Would you recommend some chooses a car like that?

I mean all cars are better than walking.
Go to the dealership.
Seek out the best salesman not the best car.
Observe the other shoppers.
Drive a lot.


----------



## Gerry Seymour (Oct 19, 2017)

drop bear said:


> Would you recommend some chooses a car like that?
> 
> I mean all cars are better than walking.
> Go to the dealership.
> ...


Sure, but I think you got some of the analogies wrong, DB.

Seek out the best repairman and shop, not the best parts brand (assuming you select decent parts).
Observe other car owners (see how they use them, and what they have trouble with).
Drive a lot (to build up your driving experience, so you are less likely to wreck when something goes wrong).

Because a car is quite different from a martial art. Heck, if we're buying new cars, we could actually buy without knowing anything and most of them would serve most of our needs. Many of us would be unhappy with them (too small, too big, etc.), but they'd get us from A to B. We can't really say the same about all MA at all schools.


----------



## Bill Mattocks (Oct 19, 2017)

Sinanju


----------



## Tarrycat (Oct 20, 2017)

I like this topic. 

Everyone has different preferences; I would say that perhaps selecting an art that best suits your personality, i.e. an art that you can feel passionate about, would be wise. I'm not saying that it's the only motivation to participate in an art, though. There could be several reasons behind someone's choice of a certain martial art.

I'm emphasising the word "passion &/or passionate", because I have noticed for example, that when people join our class only for fitness purposes, they decide to leave after a while, it's as if they lose their drive for the art. 

Research is very important too - the school should be credible, given that its teachers are experienced & require the skills that you need.
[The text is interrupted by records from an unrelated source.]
"""The seam: the map that closes a strip, whether it fits, and what an amplitude picks up.

The seam identifies (x, y) with (x + L, (-1)^h y). A ring exists only if that map carries the
endless strip onto itself, species included; this is tested on the sites, never looked up.
"""

from __future__ import annotations

from collections.abc import Iterator
from dataclasses import dataclass
from typing import Literal

import numpy as np
from numpy.typing import NDArray
from scipy.sparse import coo_array
from scipy.sparse.csgraph import connected_components
from scipy.spatial import cKDTree

from ribbon.errors import BadInput
from ribbon.lattice.definition import TOLERANCE, Lattice
from ribbon.lattice.strip import Cell, IntArray, Strip, frozen, lay_strip

__all__ = [
    "Orbital",
    "Seam",
    "cell_map",
    "closing_sizes",
    "fit_strip",
    "fold",
    "holds_together",
    "make_seam",
]

Orbital = Literal["s", "pz"]

SEARCH_REACH = 12
LARGEST_FIT = 20_000


@dataclass(frozen=True, kw_only=True, eq=False)
class Seam:
    """How the strip is closed.

    ``back_site`` and ``back_shift`` describe the inverse of the seam map on the cell: site b of
    period p is carried to site ``back_site[b]`` of period ``p + back_shift[b]``.
    """

    half_twists: int
    orbital: Orbital
    back_site: IntArray
    back_shift: IntArray

    @property
    def flips(self) -> bool:
        """True where the seam exchanges the two edges."""
        return self.half_twists % 2 == 1

    def factor(self, winding: IntArray) -> NDArray[np.float64]:
        """What an amplitude picks up that crosses the seam forward ``winding`` times.

        This is the unitary of the seam on the orbitals: sigma^(h w), sigma = +1 for "s" and -1
        for "pz" (the half turn of the strip about its midline reverses a p_z orbital).
        """
        if self.orbital == "s":
            return np.ones(winding.shape)
        return np.asarray(1.0 - 2.0 * ((self.half_twists * winding) % 2), dtype=np.float64)


def cell_map(cell: Cell, shift: float, *, flip: bool) -> tuple[IntArray, IntArray] | None:
    """Where (x, y) -> (x + shift, y or -y) carries the sites of one period.

    ``shift`` is in units of the spacing. Returns for each cell site the image's cell site and
    the number of periods it moved, or None when some site has no image of its own species.
    """
    target_x = cell.x + shift
    target_y = -cell.y if flip else cell.y
    period = np.floor((target_x + TOLERANCE) / cell.period)
    wrapped = np.maximum(target_x - period * cell.period, 0.0)
    tree = cKDTree(np.column_stack([cell.x, cell.y]))
    found, nearest = tree.query(np.column_stack([wrapped, target_y]))
    distance, image = np.atleast_1d(found), np.atleast_1d(nearest).astype(np.int64)
    if distance.max() > 3 * TOLERANCE * max(1.0, abs(shift) * 1e-6):
        return None
    if np.any(cell.species[image] != cell.species):
        return None
    return frozen(image), frozen(period.astype(np.int64))


def make_seam(strip: Strip, half_twists: int, orbital: Orbital | None) -> Seam:
    """Check that the strip closes with ``half_twists`` and return its seam.

    Raises `BadInput` when half twists are not a whole number from 0 up, when the orbital is
    missing for an odd number of them, or when the strip does not close; the sentence then names
    the nearest sizes that do.
    """
    if half_twists != int(half_twists) or not 0 <= half_twists <= 1000:
        raise BadInput(
            f"ribbon.half_twists = {half_twists} must be a whole number from 0 to 1000 "
            "(handedness is a matter of space, so it is never negative)"
        )
    if orbital not in {None, "s", "pz"}:
        raise BadInput(f'ribbon.orbital = {orbital!r} must be "s" or "pz"')
    if orbital is None and half_twists % 2:
        raise BadInput(
            f"ribbon.orbital must be stated for half_twists = {half_twists}: "
            '"s" (even under the flip) or "pz" (changes sign with each half twist)'
        )
    shift = strip.length * strip.lattice.period
    images = cell_map(strip.cell, -shift, flip=half_twists % 2 == 1)
    if images is None:
        raise BadInput(_refusal(strip, half_twists))
    return Seam(
        half_twists=int(half_twists),
        orbital=orbital or "s",
        back_site=images[0],
        back_shift=images[1],
    )


def fold(strip: Strip, seam: Seam, number: IntArray) -> tuple[IntArray, IntArray]:
    """Carry sites of the endless strip into the ring.

    ``number`` counts sites of the endless strip in its own order, from the strip's first site
    on (n and beyond lie past the end, negative ones before the start). Returns the site of the
    ring and the winding: how often the seam was crossed forward.
    """
    size = strip.cell.n
    site = number.copy()
    winding = np.zeros_like(site)
    while (beyond := site >= strip.n).any():
        period, place = np.divmod(site[beyond], size)
        site[beyond] = (period + seam.back_shift[place]) * size + seam.back_site[place]
        winding[beyond] += 1
    if site.size and site.min() < 0:
        forward_site, forward_shift = _inverse(seam)
        while (before := site < 0).any():
            period, place = np.divmod(site[before], size)
            site[before] = (period + forward_shift[place]) * size + forward_site[place]
            winding[before] -= 1
    return site, winding


def _inverse(seam: Seam) -> tuple[IntArray, IntArray]:
    forward = np.empty_like(seam.back_site)
    shift = np.empty_like(seam.back_shift)
    forward[seam.back_site] = np.arange(forward.size)
    shift[seam.back_site] = -seam.back_shift
    return forward, shift


def closing_sizes(
    lattice: str | Lattice, *, rows: int, length: float, half_twists: int, count: int = 6
) -> list[tuple[int, float]]:
    """Sizes (rows, length) near the wanted one that close, nearest first; maybe none.

    Lengths are tried in steps of half a period.

    >>> closing_sizes("honeycomb-zigzag", rows=3, length=10, half_twists=1, count=3)
    [(3, 9.5), (3, 10.5), (2, 10.0)]
    """
    found: list[tuple[int, float]] = []
    flip = half_twists % 2 == 1
    for tried_rows, tried_length in _near(rows, length):
        try:
            strip = lay_strip(lattice, rows=tried_rows, length=tried_length)
        except BadInput:
            continue
        shift = tried_length * strip.lattice.period
        closes = cell_map(strip.cell, -shift, flip=flip) is not None
        if closes and holds_together(strip):
            found.append((tried_rows, tried_length))
            if len(found) == count:
                break
    return found


def holds_together(strip: Strip, shells: int = 1) -> bool:
    """False where neighbours join nothing along the strip (armchair, one row, first shell)."""
    cell, periods = strip.cell, 3
    x = (cell.x + cell.period * np.arange(periods)[:, None]).ravel()
    points = np.column_stack([x, np.tile(cell.y - cell.y.min(), periods)])
    # a box that repeats along the strip and is empty beside it
    box = (periods * cell.period, 10.0 + 2 * float(points[:, 1].max()))
    pairs = cKDTree(points, boxsize=box).query_pairs(
        strip.lattice.shells[shells - 1] + 2e3 * TOLERANCE, output_type="ndarray"
    )
    joined = coo_array((np.ones(len(pairs)), tuple(pairs.T)), shape=(len(points),) * 2)
    return int(connected_components(joined, directed=False)[0]) == 1


def _near(rows: int, length: float) -> Iterator[tuple[int, float]]:
    """Sizes ordered by how far they are from the wanted one; the same rows come first."""
    base = round(2 * length)
    sizes = [
        (abs(r - rows) * 2 + abs(doubled / 2 - length), abs(r - rows), r, doubled)
        for r in range(max(1, rows - SEARCH_REACH), rows + SEARCH_REACH + 1)
        for doubled in range(max(1, base - 2), base + 3)
    ]
    for _, _, r, doubled in sorted(sizes):
        yield r, doubled / 2


def _refusal(strip: Strip, half_twists: int) -> str:
    lattice = strip.lattice
    near = closing_sizes(
        lattice, rows=strip.rows, length=strip.length, half_twists=half_twists, count=4
    )
    what = (
        f"a {lattice.name} strip of ribbon.rows = {strip.rows} and ribbon.length = "
        f"{strip.length:g} does not close with half_twists = {half_twists}"
    )
    return f"{what}; {_sizes(near)}"


def _sizes(near: list[tuple[int, float]]) -> str:
    if not near:
        return "nor does any size near it: this lattice has no mirror across the strip"
    sizes = ", ".join(f"rows = {r} with length = {n:g}" for r, n in near)
    return f"the nearest sizes that close are {sizes}"


def fit_strip(
    lattice: str | Lattice,
    *,
    half_twists: int,
    spacing: float | None = None,
    rows: int | None = None,
    width: float | None = None,
    length: float | None = None,
    length_nm: float | None = None,
) -> tuple[int, float]:
    """The size (rows, length in periods) nearest to a wanted width and length that closes.

    Give ``rows`` or ``width`` (nm), and ``length`` (periods) or ``length_nm``. What is given as
    a number of rows or periods is kept. Raises `BadInput` when nothing near it closes.
    """
    unit = lay_strip(lattice, rows=1, length=1, spacing=spacing)
    wanted_rows = rows if rows is not None else _rows_for(unit, width)
    wanted_length = length if length is not None else (length_nm or 0.0) / unit.period
    if wanted_length * unit.cell.n * wanted_rows > 1e9:
        raise BadInput("the wanted ribbon holds more than 10^9 sites; no machine holds it")
    keep_length = length is not None
    candidates = [
        (r, n)
        for r, n in closing_sizes(
            unit.lattice,
            rows=wanted_rows,
            length=max(wanted_length, 0.5),
            half_twists=half_twists,
            count=200,
        )
        if (rows is None or r == rows) and (not keep_length or n == length)
    ]
    if not candidates:
        near = closing_sizes(
            unit.lattice, rows=wanted_rows, length=max(wanted_length, 0.5), half_twists=half_twists
        )
        raise BadInput(
            f"no {unit.lattice.name} ribbon near rows = {wanted_rows} and length = "
            f"{wanted_length:g} closes with half_twists = {half_twists}; {_sizes(near)}"
        )
    step = unit.lattice.repeat[1] / len(unit.lattice.lines) * unit.lattice.lines_per_row
    return min(
        candidates,
        key=lambda size: (
            abs(size[0] - wanted_rows) * step + abs(size[1] - wanted_length) * unit.lattice.period,
            size,
        ),
    )


def _rows_for(unit: Strip, width: float | None) -> int:
    if width is None or not width > 0:
        raise BadInput(f"ribbon.width_nm = {width} must be a positive length")
    lattice = unit.lattice
    step = lattice.repeat[1] / len(lattice.lines) * lattice.lines_per_row * unit.spacing
    guess = max(1, round((width - unit.width) / step) + 1)
    if guess > LARGEST_FIT:
        raise BadInput(f"ribbon.width_nm = {width:g} is more than {LARGEST_FIT:,} rows wide")
    near = range(max(1, guess - 3), guess + 4)

    def error(rows: int) -> float:
        return abs(lay_strip(lattice, rows=rows, length=1, spacing=unit.spacing).width - width)

    return min(near, key=error)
You cannot have an incompetent person teaching a martial art. I would say that one should perhaps visit a few schools first, observe the students, observe the teachers' skills, etc. & then make a decision based on your observations & your research.

There is a lot to consider when selecting the right school. I have only mentioned a few things, others on here will have more extensive knowledge to add, as they are teachers themselves. 

This is what I did when I selected my school. Even though it's a To-Shin-Do school, I feel like my teacher is very good at what he does, he has a lot of experience, & that's important to me. 

Everyone has different priorities; they will favour different things. 

As far as promoting all martial arts; man, I agree 100%. One of my dreams is to own a "Martial Arts Square" (facility) constructed of various dojo's for various martial art styles. Why? Because I want unison among all martial artists, I want them to come together & I want to create a different lifestyle for people out here in SA - though, it will be my passion, not my income. We don't have something like that here.


----------



## JR 137 (Oct 20, 2017)

drop bear said:


> Would you recommend some chooses a car like that?
> 
> I mean all cars are better than walking.
> Go to the dealership.
> ...


A big part of choosing a car is the test drive.  Test drive several, and choose the one that feels best and best fits your needs within your budget and local availability.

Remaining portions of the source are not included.